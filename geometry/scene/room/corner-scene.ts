import { toRadians } from '../../core/angle';
import type { Point } from '../../core/point';
import { boundingBox } from '../../core/polygon';
import { add, along, leftNormal, rotate, scale, subtract, unit } from '../../core/vector';
import type { DisplayStep } from '../../tape/format-length';
import type { DrawItem, Scene } from '../display-list';
import { readable, text } from './scene-styles';
import { WALL_THICKNESS } from './wall-bodies';

export interface CornerPicture {
  /** Letters of the walls left and right of the corner. */
  readonly labels: readonly [string, string];
  /** Where the marks are, inches from the corner. */
  readonly a: number;
  readonly b: number;
  /** The tape from mark to mark; null while it is not read. */
  readonly c: number | null;
  /** Interior angle to draw, degrees. */
  readonly angleDeg: number;
  /** Bearing of the left wall towards the corner, radians, so that the picture lies as the room does. */
  readonly bearing: number;
  readonly step: DisplayStep;
}

/** How much longer than its mark a wall is drawn. */
const BEYOND = 1.35;
const BLADE_OFF = 26;

/** One corner with its two marks and the tape between them; the corner is at the origin. Inches. */
export function cornerScene(picture: CornerPicture): Scene {
  const { a, b, labels, bearing } = picture;
  // The room is on the right-hand side of both walls: the second one leaves the corner turned right by 180 less the angle.
  const into: Point = [Math.cos(bearing), Math.sin(bearing)];
  const leave = rotate(into, Math.PI + toRadians(picture.angleDeg));
  const back = scale(into, -1);
  const left = { far: scale(back, a * BEYOND), mark: scale(back, a), out: leftNormal(into) };
  const right = { far: scale(leave, b * BEYOND), mark: scale(leave, b), out: leftNormal(leave) };
  const items: DrawItem[] = [
    ...body(left.far, [0, 0], left.out),
    ...body([0, 0], right.far, right.out),
    { layer: 'walls', kind: 'polyline', points: [left.far, [0, 0], right.far], stroke: { ink: 'ink', width: 4.5 } },
    { layer: 'readings', kind: 'line', from: left.mark, to: right.mark, stroke: { ink: 'chalk', width: 4 } },
    tick(left.mark, left.out),
    tick(right.mark, right.out),
    blade('a', scale(left.mark, 0.5), left.out, into, picture.a, picture.step),
    blade('b', scale(right.mark, 0.5), right.out, leave, picture.b, picture.step),
    ...across(left.mark, right.mark, picture),
    letter(labels[0], left.far, scale(left.out, -1)),
    letter(labels[1], right.far, scale(right.out, -1)),
  ];
  return {
    bounds: boundingBox([left.far, right.far, [0, 0]]),
    items,
    title: `Corner ${labels.join('-')}`,
    alt: `Marks ${a} in from the corner on wall ${labels[0]} and ${b} in on wall ${labels[1]}, with the tape between them.`,
  };
}

function body(from: Point, to: Point, out: Point): DrawItem[] {
  const lift = scale(out, WALL_THICKNESS);
  return [
    { layer: 'walls', kind: 'polygon', outline: [from, to, add(to, lift), add(from, lift)], fill: 'wall' },
    // The corner of the two bodies is filled by each wall reaching a little over it.
    { layer: 'walls', kind: 'polygon', outline: [to, add(to, lift), add(to, scale(out, 0.01))], fill: 'wall' },
  ];
}

function tick(at: Point, out: Point): DrawItem {
  const half = 4;
  return { layer: 'readings', kind: 'line', from: along(at, out, half), to: along(at, out, -half), stroke: { ink: 'red', width: 4 } }; // prettier-ignore
}

function blade(id: string, at: Point, out: Point, direction: Point, inches: number, step: DisplayStep): DrawItem {
  const { turn, flipped } = readable(direction);
  return {
    layer: 'readings',
    id,
    kind: 'blade',
    at: along(at, out, WALL_THICKNESS),
    shift: [out[0] * BLADE_OFF, out[1] * BLADE_OFF],
    inches,
    step,
    turn,
    state: 'set',
    ...(flipped ? { hookRight: true } : {}),
  };
}

function across(from: Point, to: Point, { c, step }: CornerPicture): DrawItem[] {
  const { turn, flipped } = readable(subtract(to, from));
  const at: Point = scale(add(from, to), 0.5);
  if (!unit(from, to)) return [];
  return [{ layer: 'readings', id: 'c', kind: 'blade', at, inches: c, step, turn, state: c === null ? 'empty' : 'selected', ...(flipped ? { hookRight: true } : {}) }]; // prettier-ignore
}

function letter(label: string, far: Point, inward: Point): DrawItem {
  return { layer: 'letters', kind: 'text', at: scale(far, 0.92), shift: [inward[0] * 26, inward[1] * 26], text: label, style: text.wall, anchor: 'middle', middle: true }; // prettier-ignore
}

══════════════════════════════

- **Work to complete**: Among the lines above, show every one that contains the string "with".

- **Task response**:
/** One corner with its two marks and the tape between them; the corner is at the origin. Inches. */
    alt: `Marks ${a} in from the corner on wall ${labels[0]} and ${b} in on wall ${labels[1]}, with the tape between them.`,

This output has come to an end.